Desde a escolha do local, transporte, hospedagem, alimentação e atividades, tudo foi pensado para oferecer a equipe um ambiente propício para pensar a inovação na prestação de serviços em inteligência competitiva.
Este Wargaming da KMC, teve como tema e música, na abertura e nos intervalos, uma canção de Nonato Buzar, imortalizada na voz de Wilson Simonal, “Vesti Azul”. Para quem não lembra em um dos trechos da música, tem-se a explicação da temática: Vesti Azul! Minha sorte então mudou…Vesti Azul! Minha sorte então mudou…
Um de nossos convidados, filósofo, nos falou sobre “A formação social da mente”, baseado na obra de L.S.Vigotski, com destaque para o domínio sobre a memória e o pensamento, com um divertido exercício sobre operações com signos. Ao ser escolhido o participante participava de um jogo no qual tinha que responder a um conjunto de questões, sem usar determinadas palavras.
Como atividade de lazer, outro convidado especial, nos falou sobre jogos de tabuleiro e sua evolução, e em seguida, claro, fomos jogar! Ah por que jogos de tabuleiro e não games? Pela relação humana. Em um jogo de tabuleiro, você está vendo, ouvindo, interagindo com outro ser humano e em uma empresa de prestação de serviços, esta é uma questão fundamental.
Para alimentação, o chef de cozinha elaborou um cardápio com a culinária de diferentes continentes: começamos com a culinária do Japão, a seguir a francesa, italiana. A surpresa foi uma comida típica da África do Sul; o prato preferido do ex-presidente Nelson Mandela: “bobotie”  (um cozido de carne moída, pão, leite, cebola, castanhas, passas, damascos, curry).
E para finalizar, mais um convidado especial, e sua apresentação com a temática “o crescimento pela inovação” ou como um prestador de serviços em inteligência competitiva deve enxergar o crescimento de forma sustentada e reinventar o sucesso de seus clientes.
Após esta apresentação, fizemos o que é a prática de um Wargaming. Dividimo-nos em quatro grupos, tendo o palestrante como moderador e fizemos o exercício proposto: acertar o foco do negócio. Os nomes de nossos convidados não estão sendo divulgados, pois são profissionais das empresas clientes da KMC.

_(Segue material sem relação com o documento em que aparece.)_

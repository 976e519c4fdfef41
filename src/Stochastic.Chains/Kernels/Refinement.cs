namespace Stochastic.Chains.Kernels;

/// <summary>
/// Iterative refinement of a positive solution that is kept as high + low: each step solves for the residual and is kept when the proved
/// error gets smaller.
/// </summary>
/// <param name="states">The states whose numbers are corrected, in the order of the system.</param>
/// <param name="highs">The solution by state of the chain; overwritten.</param>
/// <param name="reach">How far it may be from the truth.</param>
internal sealed class Refinement(int[] states, double[] highs, RefinementReach reach)
{
    /// <summary>Half a unit in the last place: the rounding of the answer to a double that nothing can avoid.</summary>
    internal const double UnitRoundoff = 1.1102230246251565e-16;

    private const double GoodEnough = UnitRoundoff / 16;
    private const double WithinReach = UnitRoundoff;

    private bool _isCorrected;

    internal double[] Highs { get; } = highs;

    internal double[] Lows { get; } = new double[highs.Length];

    /// <summary>The residuals in the order of the system; those that are nothing but rounding are zero.</summary>
    internal double[] Residuals { get; } = new double[states.Length];

    /// <summary>Upper bounds of the absolute values of the residuals without rounding.</summary>
    internal double[] Bounds { get; } = new double[states.Length];

    /// <summary>The smallest relative error proved; +∞ before the first step that succeeds.</summary>
    internal double Error { get; private set; } = double.PositiveInfinity;

    /// <summary>The numbers it was proved of.</summary>
    internal double[] BestHighs { get; private set; } = highs;

    internal double[] BestLows { get; private set; } = [];

    /// <summary>
    /// Whether residuals without rounding can be expected to prove more: the error of double-double, about 4 n u² times the condition,
    /// stands in the way while the condition is still below 1 / u.
    /// </summary>
    internal bool NeedsExactResiduals => states.Length <= ExactResiduals.MostStates
        && Error > WithinReach && Error <= DoubledLoops.SumError(states.Length) / UnitRoundoff;

    /// <summary>Makes as many steps as help.</summary>
    /// <param name="findResiduals">Writes residuals and their bounds.</param>
    /// <param name="findError">The largest relative error that the bounds prove; may overwrite them.</param>
    /// <param name="solve">Solves the system in place; false when that is not possible.</param>
    /// <param name="cancellation">Looked at in each step.</param>
    internal void Improve(Action findResiduals, Func<double> findError, Func<double[], bool> solve, CancellationToken cancellation)
    {
        for (var step = 0; ; step++)
        {
            cancellation.ThrowIfCancellationRequested();
            findResiduals();
            if (step > 0)
            {
                var error = findError();
                if (!(error < Error))
                {
                    return;
                }

                (Error, BestHighs, BestLows) = (error, [.. Highs], [.. Lows]);
            }

            if (Error <= GoodEnough || step == reach.MostSteps || !solve(Residuals) || !TryCorrect())
            {
                return;
            }
        }
    }

    /// <summary>False when a correction is so large that refinement cannot be contracting.</summary>
    private bool TryCorrect()
    {
        var largest = _isCorrected ? RefinementReach.LargestCorrection : reach.LargestFirstCorrection;
        for (var k = 0; k < Residuals.Length; k++)
        {
            var state = states[k];
            if (!(Math.Abs(Residuals[k]) <= largest * Highs[state] && Highs[state] + Residuals[k] > 0))
            {
                return false;
            }

            (Highs[state], Lows[state]) = DoubleDouble.Add(Highs[state], Lows[state], Residuals[k], 0);
        }

        _isCorrected = true;
        return true;
    }
}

Foi-nos proposto uma discussão sobre que atividades um empreendimento (neste caso a KMC) deve promover internamente para alcançar novos patamares? Terceirizar serviços? Novos parceiros de negócios no Brasil e no exterior? Adoção da inovação aberta como prática de negócios, ou seja, a adoção de padrões setoriais abertos e modulares. O exercício foi finalizado com propostas de como a KMC pode colaborar com outras empresas na busca pela inovação de produtos, serviços ou negócios, através de processos de inteligência competitiva.

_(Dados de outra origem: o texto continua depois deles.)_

namespace Stochastic.Chains.Kernels;

/// <summary>
/// Elimination of a block of states at a time, for large tables: nearly all work is multiplication of packed non-negative matrices.
/// </summary>
/// <remarks>
/// With A11 the block, A12 right of it, A21 below it and A22 the rest: the block is eliminated with one further column that holds, for each
/// row, the sum of A12. That gives factors L, rates U and pivots s. Then U12 = T·A12, L21 = A21·N/s and A22 += L21·U12, with
/// T = (I - L)^-1 and N = (I - U/s)^-1. Where products inside T and N could leave the normal range, the block is eliminated by
/// <see cref="RowReduction{TKernel}"/> instead.
/// </remarks>
internal sealed class BlockReduction<TKernel> : IDisposable
    where TKernel : struct, ITileKernel
{
    /// <summary>Rows or columns of a piece of shared work, a multiple of every tile; a packed piece fits a second-level cache.</summary>
    private const int Group = 192;

    /// <summary>Rows of a piece of the final update, which streams along whole rows of the table.</summary>
    private const int UpdateRows = 48;

    /// <summary>
    /// Tables with fewer remaining rows or columns are left to <see cref="RowReduction{TKernel}"/>, which is faster while they stay in a
    /// second-level cache (384 x 384 doubles: 1.2 MB).
    /// </summary>
    internal const int SmallestTable = 384;

    /// <summary>Wide blocks save memory traffic, narrow ones work inside the block.</summary>
    internal const int WidestBlock = 96;

    private readonly MatrixView table;
    private readonly int rows;
    private readonly int columns;
    private readonly double[] sums;
    private readonly WorkSharing sharing;
    private readonly BlockTriangles<TKernel> triangles = new(WidestBlock);
    private readonly PooledBuffer rates;
    private readonly PooledBuffer factors;
    private readonly PooledBuffer rateExtents;
    private readonly PooledBuffer factorExtents;
    private readonly Action<int> packPiece;
    private readonly Action<int> solvePiece;
    private readonly Action<int> updatePiece;

    private int first;
    private int next;
    private int depth;

    internal BlockReduction(MatrixView table, int rows, int columns, double[] sums, WorkSharing sharing)
    {
        this.table = table;
        this.rows = rows;
        this.columns = columns;
        this.sums = sums;
        this.sharing = sharing;
        rates = PooledBuffer.Rent(checked(ColumnPanels<TKernel>.Size(columns, WidestBlock)));
        factors = PooledBuffer.Rent(checked(RowPanels<TKernel>.Size(rows, WidestBlock)));
        rateExtents = PooledBuffer.Rent(Groups(columns) * WidestBlock * 2);
        factorExtents = PooledBuffer.Rent(Groups(rows) * WidestBlock * 2);
        packPiece = Pack;
        solvePiece = Solve;
        updatePiece = Update;
    }

    private int Right => columns - next;

    private int Below => rows - next;

    /// <summary>Eliminates the states 0..pivots-1; false when a product could leave the normal range, with the table half done.</summary>
    internal bool Eliminate(int pivots)
    {
        for (first = 0; first < pivots && Math.Min(rows, columns) - first >= SmallestTable; first = next)
        {
            next = Math.Min(first + WidthOfNextBlock(), pivots);
            depth = (next - first + TKernel.Width - 1) / TKernel.Width * TKernel.Width;
            var outcome = EliminateBlock();
            if (outcome == BlockOutcome.OutOfRange
                || (outcome == BlockOutcome.Untouched && !RowReduction<TKernel>.Eliminate(table, rows, columns, first, next, sums, sharing.Cancellation)))
            {
                return false;
            }
        }

        return RowReduction<TKernel>.Eliminate(table, rows, columns, first, pivots, sums, sharing.Cancellation);
    }

    /// <summary>Gives all working memory back to the pool.</summary>
    public void Dispose()
    {
        triangles.Dispose();
        rates.Dispose();
        factors.Dispose();
        rateExtents.Dispose();
        factorExtents.Dispose();
    }

    private static int Groups(int extent) => (extent + Group - 1) / Group;

    /// <summary>The columns to the right of a block shall be whole tiles.</summary>
    private int WidthOfNextBlock()
    {
        var remaining = columns - first;
        var widest = remaining > 1000 ? 96 : remaining > 500 ? 72 : 48;
        var excess = (widest - remaining) % TKernel.TileColumns;
        return widest - (excess < 0 ? excess + TKernel.TileColumns : excess);
    }

    private BlockOutcome EliminateBlock()
    {
        var width = next - first;
        var rowGroups = Groups(Below);
        var columnGroups = Groups(Right);

        sharing.Run(columnGroups + rowGroups, packPiece);
        var rests = rateExtents.Slice(0, depth);
        var smallestRates = rateExtents.Slice(depth, depth);
        var smallestFactors = factorExtents.Slice(0, depth);
        var largestFactors = factorExtents.Slice(depth, depth);
        GatherExtents();
        if (!triangles.Eliminate(table.From(first, first), width, depth, rests, smallestRates, smallestFactors, sharing.Cancellation))
        {
            return BlockOutcome.Untouched;
        }

        triangles.CopyTo(table.From(first, first), sums.AsSpan(first, width));
        sharing.Run(columnGroups + rowGroups, solvePiece);
        GatherExtents();
        VectorLoops.Multiply(triangles.Reciprocals, smallestFactors);
        VectorLoops.Multiply(triangles.Reciprocals, largestFactors);
        if (!NormalRange.Holds(smallestFactors, largestFactors) || !NormalRange.KeepsProducts(smallestFactors, smallestRates))
        {
            return BlockOutcome.OutOfRange;
        }

        sharing.Run((Below + UpdateRows - 1) / UpdateRows, updatePiece);
        return BlockOutcome.Eliminated;
    }

    private void Pack(int piece)
    {
        var columnGroups = Groups(Right);
        if (piece < columnGroups)
        {
            var column = piece * Group;
            ColumnPanels<TKernel>.Pack(
                table.From(first, next + column), next - first, Math.Min(Group, Right - column), depth, ref rates[column * depth]);
            MeasureRates(piece);
        }
        else
        {
            var row = (piece - columnGroups) * Group;
            RowPanels<TKernel>.Pack(
                table.From(next + row, first), Math.Min(Group, Below - row), next - first, depth, ref factors[row * depth]);
            MeasureFactors(piece - columnGroups);
        }
    }

    private void Solve(int piece)
    {
        var columnGroups = Groups(Right);
        if (piece < columnGroups)
        {
            var column = piece * Group;
            var count = Math.Min(Group, Right - column);
            triangles.SolveRates(ref rates[column * depth], count, depth);
            ColumnPanels<TKernel>.Unpack(ref rates[column * depth], depth, table.From(first, next + column), next - first, count);
            MeasureRates(piece);
        }
        else
        {
            var row = (piece - columnGroups) * Group;
            var count = Math.Min(Group, Below - row);
            triangles.SolveFactors(ref factors[row * depth], count, depth);
            MeasureFactors(piece - columnGroups);
            RowPanels<TKernel>.ScaleColumns(ref factors[row * depth], count, depth, ref triangles.Reciprocals[0]);
            RowPanels<TKernel>.Unpack(ref factors[row * depth], depth, table.From(next + row, first), count, next - first);
        }
    }

    private void Update(int piece)
    {
        var row = piece * UpdateRows;
        PanelProduct<TKernel>.Add(
            ref factors[row * depth], ref rates[0], depth, table.From(next + row, next), Math.Min(UpdateRows, Below - row), Right);
    }

    private void MeasureRates(int group)
    {
        var extents = rateExtents.Slice(group * depth * 2, depth * 2);
        ColumnPanels<TKernel>.MeasureRows(
            ref rates[group * Group * depth], Math.Min(Group, Right - (group * Group)), depth, ref extents[0], ref extents[depth]);
    }

    private void MeasureFactors(int group)
    {
        var extents = factorExtents.Slice(group * depth * 2, depth * 2);
        extents[..depth].Fill(double.PositiveInfinity);
        extents[depth..].Clear();
        RowPanels<TKernel>.MeasureColumns(
            ref factors[group * Group * depth], Math.Min(Group, Below - (group * Group)), depth, ref extents[0], ref extents[depth]);
    }

    /// <summary>Merges the measures of all groups into those of the first, always in the same order.</summary>
    private void GatherExtents()
    {
        var rests = rateExtents.Slice(0, depth);
        var smallestRates = rateExtents.Slice(depth, depth);
        for (var group = 1; group < Groups(Right); group++)
        {
            var extents = rateExtents.Slice(group * depth * 2, depth * 2);
            VectorLoops.AddScaled(1, extents[..depth], rests);
            VectorLoops.LowerTo(extents[depth..], smallestRates);
        }

        var smallestFactors = factorExtents.Slice(0, depth);
        var largestFactors = factorExtents.Slice(depth, depth);
        for (var group = 1; group < Groups(Below); group++)
        {
            var extents = factorExtents.Slice(group * depth * 2, depth * 2);
            VectorLoops.LowerTo(extents[..depth], smallestFactors);
            VectorLoops.RaiseTo(extents[depth..], largestFactors);
        }
    }
}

Neste post, utilizei nosso próprio exercício para que outros profissionais possam pensar com carinho na técnica, modelo de análise, metodologia, ou como queira caracterizar, um Wargaming.
Neste ambiente de negócios cada vez mais complexo, reunir pessoas para de forma organizada discutir aspectos do negócios, de um produto, de um serviço ou outro tema crítico para empresa, não é só um ganho de tempo. É um ganho profissional acima do normal, pois ainda os negócios são realizados entre pessoas, entre seres humanos. E por isso é preciso entender bem o ser humano, em especial aqueles que tomam decisões nas empresas, objetivo primeiro do profissional de inteligência competitiva.
Alfredo Passos
Especialista em Inteligência Competitiva, Sócio-Diretor da Knowledge Management Company – KMC, Professor da ESPM e autor do livro “Inteligência Competitiva – Como fazer IC acontecer na sua empresa”.